- Interactive map of Los Altos, Texas
- Coordinates: 27°29′26″N 99°23′9″W﻿ / ﻿27.49056°N 99.38583°W
- Country: United States
- State: Texas
- County: Webb
- Elevation: 551 ft (168 m)

Population (2020)
- • Total: 175
- Time zone: UTC-6 (Central (CST))
- • Summer (DST): UTC-5 (CDT)
- Zip Code: 78043
- GNIS feature ID: 2584679

= Los Altos, Texas =

Los Altos is a census-designated place (CDP) in Webb County, Texas, United States. This was a new CDP formed from parts of the Laredo Ranchettes CDP prior to the 2010 census. As of the 2020 census, Los Altos had a population of 175.

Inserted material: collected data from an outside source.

import Link from "next/link";
import { notFound } from "next/navigation";
import { AdvisoryCaution } from "@/app/_components/advisory-caution";
import { DailyTemperatureChart } from "@/app/_components/daily-temperature-chart";
import { dailyReadings } from "@/lib/data/daily-readings";
import { getAsset } from "@/lib/data/get-asset";
import { listAssetRevisions } from "@/lib/data/list-asset-revisions";
import { getPrisma } from "@/lib/db";
import { describeArrangement, formatDate, formatDutyMW, formatSignificant, formatTemperatureC } from "@/lib/present/format";

export const dynamic = "force-dynamic";

const ROLE_LABELS: Record<string, string> = {
  hotIn: "Hot inlet temperature",
  hotOut: "Hot outlet temperature",
  coldIn: "Cold inlet temperature",
  coldOut: "Cold outlet temperature",
  hotFlow: "Hot mass flow",
  coldFlow: "Cold mass flow",
  hotPressureDrop: "Hot side pressure drop",
  coldPressureDrop: "Cold side pressure drop",
};

function describeHeatCapacity(kind: string, intercept: number, slope: number): string {
  return kind === "linear"
    ? `cp = ${formatSignificant(intercept, 4)} + ${formatSignificant(slope, 3)}·T[K] J/(kg·K)`
    : `cp = ${formatSignificant(intercept, 4)} J/(kg·K)`;
}

const ROLE_ORDER = Object.keys(ROLE_LABELS);

function describeChange(field: string, change: { before: unknown; after: unknown }): string {
  const show = (value: unknown) => (typeof value === "number" ? formatSignificant(value, 6) : value === null ? "—" : typeof value === "object" ? "(list)" : String(value));
  return field === "instruments" ? "instruments changed" : `${field}: ${show(change.before)} → ${show(change.after)}`;
}

export default async function AssetPage({ params, searchParams }: { params: Promise<{ tag: string }>; searchParams: Promise<{ saved?: string }> }) {
  const { tag } = await params;
  const { saved } = await searchParams;
  const prisma = getPrisma();
  const asset = await getAsset(prisma, decodeURIComponent(tag));
  if (!asset) notFound();
  const [daily, revisions] = await Promise.all([dailyReadings(prisma, asset.id), listAssetRevisions(prisma, asset.tag)]);
  const instruments = [...asset.instruments].sort((a, b) => ROLE_ORDER.indexOf(a.role) - ROLE_ORDER.indexOf(b.role));
  const timeZone = asset.unit.site.timeZone;
  return (
    <>
      <p className="subtle"><Link href="/">Fleet</Link> / {asset.unit.name}</p>
      <h1>{asset.tag} — {asset.name}</h1>
      {saved ? <p className="notice" role="status">Changes saved.</p> : null}
      <p className="actions">
        <Link href={`/assets/${encodeURIComponent(asset.tag)}/edit`}>Edit register entry</Link>
        <Link href={`/assets/${encodeURIComponent(asset.tag)}/import`}>Import operating data</Link>
      </p>
      <div className="columns">
        <section className="panel" aria-labelledby="design-heading">
          <h2 id="design-heading">Design</h2>
          <dl className="facts">
            <dt>Service</dt><dd>{asset.service}</dd>
            <dt>Arrangement</dt><dd>{describeArrangement(asset.arrangementKind, asset.shells, asset.tubePasses)}{asset.mixedStream ? ` (${asset.mixedStream} stream mixed)` : ""}</dd>
            <dt>Area</dt><dd>{formatSignificant(asset.areaM2, 3)} m²</dd>
            <dt>Design duty</dt><dd>{formatDutyMW(asset.designDutyW)}</dd>
            <dt>Design U</dt><dd>{formatSignificant(asset.designUWPerM2K, 3)} W/(m²·K)</dd>
            <dt>Design fouling</dt><dd>{formatSignificant(asset.designFoulingM2KPerW, 2)} m²·K/W</dd>
            <dt>Duty threshold</dt><dd>{formatDutyMW(asset.dutyThresholdW)}</dd>
          </dl>
        </section>
        <section className="panel" aria-labelledby="streams-heading">
          <h2 id="streams-heading">Streams and reference conditions</h2>
          <dl className="facts">
            <dt>Hot stream</dt><dd>{asset.hotStreamName}; {describeHeatCapacity(asset.hotCpKind, asset.hotCpIntercept, asset.hotCpSlope)}</dd>
            <dt>Cold stream</dt><dd>{asset.coldStreamName}; {describeHeatCapacity(asset.coldCpKind, asset.coldCpIntercept, asset.coldCpSlope)}</dd>
            <dt>Hot inlet</dt><dd>{formatTemperatureC(asset.refHotInletK)}, {formatSignificant(asset.refHotFlowKgPerS, 3)} kg/s</dd>
            <dt>Cold inlet</dt><dd>{formatTemperatureC(asset.refColdInletK)}, {formatSignificant(asset.refColdFlowKgPerS, 3)} kg/s</dd>
          </dl>
        </section>
        <section className="panel" aria-labelledby="instruments-heading">
          <h2 id="instruments-heading">Instruments</h2>
          <table className="grid">
            <thead><tr><th scope="col">Measurement</th><th scope="col">Tag</th><th scope="col" className="num">Standard uncertainty</th></tr></thead>
            <tbody>
              {instruments.map((instrument) => (
                <tr key={instrument.id}>
                  <td>{ROLE_LABELS[instrument.role] ?? instrument.role}</td>
                  <td>{instrument.tag}</td>
                  <td className="num">{formatSignificant(instrument.standardUncertainty, 2)} {instrument.role.endsWith("Flow") ? "kg/s" : instrument.role.endsWith("PressureDrop") ? "Pa" : "K"}</td>
                </tr>
              ))}
            </tbody>
          </table>
        </section>
      </div>
      <h2>Daily mean temperatures (raw readings, unscreened)</h2>
      <div className="panel">
        {daily.length === 0 ? <p className="empty">No operating data imported yet.</p> : <DailyTemperatureChart data={daily} />}
      </div>
      <h2>Cleanings</h2>
      {asset.cleanings.length === 0 ? (
        <p className="subtle">No cleanings recorded.</p>
      ) : (
        <table className="grid">
          <thead><tr><th scope="col">Date</th><th scope="col">Method</th><th scope="col">Notes</th></tr></thead>
          <tbody>
            {asset.cleanings.map((cleaning) => (
              <tr key={cleaning.id}><td>{formatDate(cleaning.date.toISOString(), timeZone)}</td><td>{cleaning.method}</td><td>{cleaning.notes}</td></tr>
            ))}
          </tbody>
        </table>
      )}
      <h2>Register history</h2>
      {revisions === null || revisions.length === 0 ? (
        <p className="subtle">No recorded changes{asset.demoTruth ? " (loaded as demo data)" : ""}.</p>
      ) : (
        <table className="grid">
          <thead><tr><th scope="col">When</th><th scope="col">Who</th><th scope="col">What</th></tr></thead>
          <tbody>
            {revisions.map((revision) => (
              <tr key={revision.changedAt + revision.action}>
                <td>{revision.changedAt.replace("T", " ").slice(0, 16)} UTC</td>
                <td>{revision.changedBy}</td>
                <td>{revision.action === "created" ? "Created" : Object.entries(revision.changes).map(([field, change]) => describeChange(field, change)).join("; ")}</td>
              </tr>
            ))}
          </tbody>
        </table>
      )}
      <AdvisoryCaution />
    </>
  );
}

It is one of several colonias in Webb County.
==Geography==
Los Altos is located at (27.490491, -99.385823).

==Demographics==

Los Alto first appeared as a census designated place in the 2010 U.S. census, one of nine CDPS (La Coma, Laredo Ranchettes West, Los Altos, Ranchitos East, San Carlos I, San Carlos II, Tanquecitos South Acres, Tanquecitos South Acres II, and Pueblo Nuevo) from parts of Laredo Ranchettes CDP.

Historical population
| Census | Pop. | Note | %± |
| 2010 | 140 |  | — |
| 2020 | 175 |  | 25.0% |
U.S. Decennial Census 1850–1900 1910 1920 1930 1940 1950 1960 1970 1980 1990 2000 2010 2020

===2020 census===

Los Altos CDP, Texas – Racial and ethnic composition Note: the US Census treats Hispanic/Latino as an ethnic category. This table excludes Latinos from the racial categories and assigns them to a separate category. Hispanics/Latinos may be of any race.
| Race / Ethnicity (NH = Non-Hispanic) | Pop 2010 | Pop 2020 | % 2010 | % 2020 |
|---|---|---|---|---|
| White alone (NH) | 0 | 4 | 0.00% | 2.29% |
| Black or African American alone (NH) | 0 | 0 | 0.00% | 0.00% |
| Native American or Alaska Native alone (NH) | 0 | 0 | 0.00% | 0.00% |
| Asian alone (NH) | 0 | 0 | 0.00% | 0.00% |
| Native Hawaiian or Pacific Islander alone (NH) | 0 | 0 | 0.00% | 0.00% |
| Other race alone (NH) | 0 | 0 | 0.00% | 0.00% |
| Mixed race or Multiracial (NH) | 0 | 0 | 0.00% | 0.00% |
| Hispanic or Latino (any race) | 140 | 171 | 100.00% | 97.71% |
| Total | 140 | 175 | 100.00% | 100.00% |

==Education==
Residents are in the United Independent School District. Zoned schools include: Freedom Elementary School, Raul Perales Middle School, and United South High School.

The designated community college for Webb County is Laredo Community College.